Given data:
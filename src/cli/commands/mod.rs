//! One file per command: each loads what it needs, builds one `Report` and prints or writes
//! its renderings. Arguments come from `cli::args`; nothing here computes a statistic.

pub mod brief;
pub mod chains;
pub mod check;
pub mod dashboard;
pub mod day;
pub mod export;
pub mod figures;
pub mod outlook;
pub mod priority;
pub mod sql;
pub mod state;
pub mod summary;
pub mod synth;
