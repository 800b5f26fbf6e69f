//! `hubwatch brief`: the one-page HTML brief, written privately and atomically by the one
//! writer.

use crate::cli::args::BriefArgs;
use crate::cli::commands::figures::report_and_figures;
use crate::cli::emit;
use crate::error::{Error, Result};
use crate::report::brief::{html, Names};

/// Compute the report, draw its figures and write the page.
pub fn run(b: &BriefArgs) -> Result<()> {
    if b.out.exists() && !b.force {
        return Err(Error::Usage(format!(
            "{} exists; add --force to replace it",
            b.out.display()
        )));
    }
    // The user's key when there is one (stable pseudonyms); else a one-off key of this run.
    let own = match (&b.key_file, std::env::var_os("HUBWATCH_PSEUDONYM_KEY")) {
        (None, None) => None,
        _ => Some(crate::export::pseudonym_key(b.key_file.as_deref())?),
    };
    let one_off: Vec<u8> = {
        use rand::RngCore;
        let mut k = vec![0u8; 32];
        rand::rng().fill_bytes(&mut k);
        k
    };
    let names = match (b.raw_ids, &own) {
        (true, _) => Names::Raw,
        (false, Some(k)) => Names::Pseudonyms {
            key: k,
            stable: true,
        },
        (false, None) => Names::Pseudonyms {
            key: &one_off,
            stable: false,
        },
    };
    let (r, all, _) = report_and_figures(&b.from)?;
    let mut svgs = Vec::new();
    for fig in all {
        svgs.push((fig.title.clone(), crate::plot::svg(&fig)?));
    }
    let page = html(&r, &svgs, &names, b.top);
    crate::export::write_private(&b.out, page.as_bytes())?;
    emit(&format!(
        "wrote the brief ({} figures, {} people listed{}) to {}\n",
        svgs.len(),
        b.top.min(r.list.as_ref().map_or(0, |l| l.ranked.len())),
        if b.raw_ids {
            ", raw IDs"
        } else {
            ", pseudonymised"
        },
        b.out.display()
    ))
}
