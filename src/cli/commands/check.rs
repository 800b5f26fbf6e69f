//! `hubwatch check`: account for every input row; optionally write the quarantine file
//! through the one writer.

use std::path::Path;

use crate::cli::{emit, to_json, LoadArgs};
use crate::error::Result;
use crate::export;
use crate::ingest::dates;
use crate::report::{check, meta::Meta, tables};

/// Print the check report; write every quarantined row and field problem to `quarantine`.
pub fn run(load: &LoadArgs, quarantine: Option<&Path>, as_json: bool) -> Result<()> {
    let d = load.load()?;
    if let Some(path) = quarantine {
        let meta = Meta::new(&d, "quarantine").inputs(&d)?.finish();
        export::write(
            &tables::quarantine_table(&d),
            &meta,
            export::Format::Csv,
            path,
            true,
        )?;
    }
    let r = check::check_report(&d.ledger);
    emit(&if as_json {
        to_json(&r)?
    } else {
        check::check_text(&r, &dates::iso(d.as_of))
    })
}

Your assignment: Repeat the entries above verbatim, but only from the line that has "pub mod state;" down to the line that has "use crate::cli::args::BriefArgs;", inclusive.

Result for this task:
pub mod state;
pub mod summary;
pub mod synth;
repository 800b5f26fbf6e69f
//! `hubwatch brief`: the one-page HTML brief, written privately and atomically by the one
//! writer.

use crate::cli::args::BriefArgs;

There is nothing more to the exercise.